(Data supplied)

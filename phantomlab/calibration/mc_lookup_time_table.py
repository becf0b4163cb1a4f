"""The smoothed time-resolved table F(u, τ) of one Monte Carlo baseline (layer 3).

A baseline keeps, for every photon that left the top face of a half-space run at (μa_ref,
μs_ref), its exit radius ρᵢ and path length Lᵢ.  The time-resolved reflectance of the
non-absorbing medium per unit area and per unit path in units of the scattering length,
F(u, τ) (u = ρμs, τ = Lμs), is what :mod:`phantomlab.calibration.mc_lookup_time` scales to any
μs and weights by Beer–Lambert for any μa.  Each stored photon enters F at (ρᵢμs_ref, Lᵢμs_ref)
with weight e^(μa_ref Lᵢ) (it survived the reference absorption with probability
e^(−μa_ref Lᵢ)).

F is tabulated on cells of about 10 % in u and 4 % in τ, in the coordinates (log u,
s = log(τ/u²)): s is the similarity variable of diffusion, in which the peak of a curve far
from the source stays at one s (τ_peak ≈ 0.3 (1 − g) u²), so a kernel wide in log u at fixed s
follows the curves' shape instead of cutting across their rising edges.  F is smoothed as a
ratio to the time-resolved diffusion model of the same medium (``kienle1997`` of
:mod:`phantomlab.transport.time_domain` at μa = 0, integrated over each cell, a smooth control
as in :mod:`phantomlab.calibration.mc_lookup`): log(F_MC/F_diffusion) varies slowly except at
the earliest times, and is smoothed by a local-linear kernel regression in (log u, s)
(Cleveland 1979) with weights from the photon counts, followed by local scoring steps of the
Poisson likelihood that count the empty cells as well (Tibshirani & Hastie 1987).
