def _check_made_for(path: Path, made: dict, settings: dict) -> None:
    other = [f"{key} = {float(made[key]):g}" for key in ("g", "n", "n_outside")
             if abs(float(made[key]) - settings[key]) > _TOLERANCE]
    if other:
        raise CachedBaselineError(path, f"it was made for {', '.join(other)}, its name says "
                                        f"g = {settings['g']:g}, n = {settings['n']:g}, "
                                        f"n_outside = {settings['n_outside']:g}")


def _reason(exc: InputError, path: Path) -> str:
    return str(exc).replace(repr(str(path)), "").strip(" :") or "unreadable"


def _read_photons(path: Path, settings: dict):
    from phantomlab.transport.montecarlo import load_baseline

    try:
        baseline = load_baseline(path)
    except InputError as exc:
        raise CachedBaselineError(path, _reason(exc, path)) from None
    _check_made_for(path, {"g": baseline.g, "n": baseline.n, "n_outside": baseline.n_outside}, settings)
    return baseline


def _read_table(path: Path, settings: dict):
    """The tabulated baseline beside ``path``, or None when there is none usable (made again then)."""
    from phantomlab.calibration.mc_lookup import SmoothLookup

    table = table_path(path)
    if not table.is_file():
        return None
    try:
        tabulated = SmoothLookup.load(table)
    except InputError:
        return None  # derived from the photons: made again from them
    if path.is_file():
        from phantomlab.transport.montecarlo import load_baseline_inputs

        try:
            inputs = load_baseline_inputs(path)
        except InputError as exc:
            raise CachedBaselineError(path, _reason(exc, path)) from None
        if any(abs(float(inputs[key]) - float(getattr(tabulated, key))) > 1e-12
               for key in ("g", "n", "n_outside", "mua_per_mm", "mus_per_mm", "photons", "seed")):
            return None  # the photons were replaced: tabulate them again
    _check_made_for(path, {"g": tabulated.g, "n": tabulated.n, "n_outside": tabulated.n_outside}, settings)
    return tabulated


def _tabulate(baseline, path: Path):
    """The baseline's lookup table, saved beside it when the folder allows (a cache of a cache)."""
    from phantomlab.calibration.mc_lookup import TabulatedBaseline

    tabulated = TabulatedBaseline.from_baseline(baseline)
    try:
        tabulated.lookup.save(table_path(path))
    except OSError:
        pass  # a read-only cache still serves; the table is made again next time
    return tabulated


def build_cached_baseline(*, g, n, n_outside=1.0, folder=None, progress=None, photons=None) -> CachedBaseline:
    """Build the cache's baseline for (g, n, n_outside), write it and its lookup table (replacing any).

    Parameters
    ----------
    g, n, n_outside : float
        Rounded to 0.01 and 0.001 (:func:`cache_settings`).
    folder : path, optional
        Cache folder (:func:`baseline_folder`).
    progress : callable, optional
        ``progress(done, total)`` [photons], see :func:`~phantomlab.transport.montecarlo.build_baseline`;
        an exception from it (or Ctrl-C) stops the build and writes nothing.
    photons : int, optional
        Photons (default :data:`CACHE_PHOTONS`; at least 1000, at most the ``baseline_photons``
        limit of :mod:`phantomlab.limits`).

    Returns
    -------
    CachedBaseline
        ``baseline`` is the :class:`~phantomlab.calibration.mc_lookup.TabulatedBaseline`.
    """
    settings = cache_settings(g=g, n=n, n_outside=n_outside)
    if photons is not None:
        from phantomlab.limits import check_limit

        settings["photons"] = int(_check_range("photons", photons, 1000, 1e12))
        check_limit("baseline_photons", settings["photons"], given=f"photons {settings['photons']}")
    target = _writable_folder(baseline_folder(folder)) / cache_file_name(g=g, n=n, n_outside=n_outside)
    start = time.perf_counter()
    baseline = _build_and_save(settings, target, progress)
    table_path(target).unlink(missing_ok=True)
    tabulated = _tabulate(baseline, target)
    return CachedBaseline(baseline=tabulated, path=target, built=True, seconds=time.perf_counter() - start)
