void register_anneal(CLI::App& app) {
  auto o = std::make_shared<AnnealOptions>();
  CLI::App* sub = app.add_subcommand("anneal",
      "Simulate one anneal of PROBLEM along SCHEDULE and report the ground-state\n"
      "probability (all classical ground states together), the most probable outcomes,\n"
      "the norm drift, and how much p moves when the tolerance is tightened tenfold.\n"
      "Units: durations in ns, energy scales in GHz; d psi/dt = -i 2 pi H psi.\n"
      "Example: gapwise anneal data-samples/triangle.toml schedules/linear.toml -d 20 --out run.h5");
  sub->add_option("problem", o->problem, "problem file (TOML)")->required()->check(readable_input_file());
  sub->add_option("schedule", o->schedule, "schedule file (TOML)")->required()->check(readable_input_file());
  add_durations_option(sub, o->durations,
                       "anneal duration in ns, one value; stretches the schedule's path (default: the schedule's own)");
  sub->add_option("--tolerance", o->tolerance, "target accuracy of the ground-state probability (checked by a re-run at tolerance/10)")->capture_default_str();
  list_propagator_names(sub->add_option("--propagator", o->propagator,
                  "which propagator runs the dynamics: split-auto (default: second-order split steps while the\n"
                  "splitting threshold sets the step, Blanes-Moan fourth order when accuracy does), split4 (Suzuki\n"
                  "fourth order), split2 (second order), split4-yoshida (triple jump), split4-bm (Blanes-Moan\n"
                  "fourth order: smallest error per step), odeint (the generic reference)")
      ->check(CLI::IsMember(propagator_names()))->capture_default_str(), propagator_names());
  sub->add_option("--trace-points", o->trace_points, "evenly spaced observations inside each piece of the path (trace)")->capture_default_str();
  add_list_option(sub, "--observe-s", o->observe_s,
                  "also observe where the path passes these s values: a LIST such as 0.3,0.5,0.62\n"
                  "or lin:0.3:0.7:5. Recorded in the trace (marked requested) and listed on their own\n"
                  "(terminal, JSON `observations`, HDF5 /anneal/observations). A reverse anneal passes\n"
                  "most s twice: both passages are recorded. With a split propagator they do not change\n"
                  "the result (side branches off the step grid)");
  sub->add_option("--levels", o->levels,
                  "at the --observe-s points also record the populations of the K lowest distinct levels\n"
                  "of H(s) (one eigenproblem each; even spin-flip sector when the problem has no fields\n"
                  "and the anneal starts in the ground state)")->capture_default_str();
  sub->add_option("--top", o->top, "how many most probable outcomes to list")->capture_default_str();
  sub->add_flag("--p-only", o->p_only,
                "hold only the ground-state probability to the tolerance (default: also every other set of\n"
                "outcomes, e.g. the listed outcome probabilities, to 100x it); split propagators then often\n"
                "need fewer steps. The listed outcomes and level populations are then less accurate");
  sub->add_flag("--no-check", o->no_check, "skip the convergence re-run at tolerance/10");
  sub->add_flag("--strict", o->strict,
                "exit with code 3 when an accuracy check fails (norm drift, integrator error estimate or\n"
                "convergence |dp| above the tolerance); outputs are still written, marked accuracy_ok = 0");
  sub->add_option("--out", o->out, "write an HDF5 result file (trace, final probabilities, provenance)");
  sub->add_option("--csv", o->csv, "write the trace (t, s, p_ground, energy, norm) as CSV");
  sub->add_flag("--json", o->json, "print a JSON summary instead of text");
  add_bath_option(sub, o->bath);
  add_allow_long_flag(sub, o->allow_long);
  sub->add_flag("-q,--quiet", o->quiet, "no progress on stderr");
  sub->add_flag("--progress", o->progress,
                "show progress on stderr for any run, also when stderr is not a terminal (then a line every\n"
                "few seconds); by default it shows on a terminal for runs estimated above 2 s");
  sub->callback([o] { run_anneal(*o); });
}

}  // namespace gapwise::cli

(What is required) Print only what lies in the material above starting at the line with "tabulated = TabulatedBaseline.from_baseline(baseline)" and ending at the line with "progress : callable, optional", every line exactly as given.

(Expected answer)
    tabulated = TabulatedBaseline.from_baseline(baseline)
    try:
        tabulated.lookup.save(table_path(path))
    except OSError:
        pass  # a read-only cache still serves; the table is made again next time
    return tabulated


def build_cached_baseline(*, g, n, n_outside=1.0, folder=None, progress=None, photons=None) -> CachedBaseline:
    """Build the cache's baseline for (g, n, n_outside), write it and its lookup table (replacing any).

    Parameters
    ----------
    g, n, n_outside : float
        Rounded to 0.01 and 0.001 (:func:`cache_settings`).
    folder : path, optional
        Cache folder (:func:`baseline_folder`).
    progress : callable, optional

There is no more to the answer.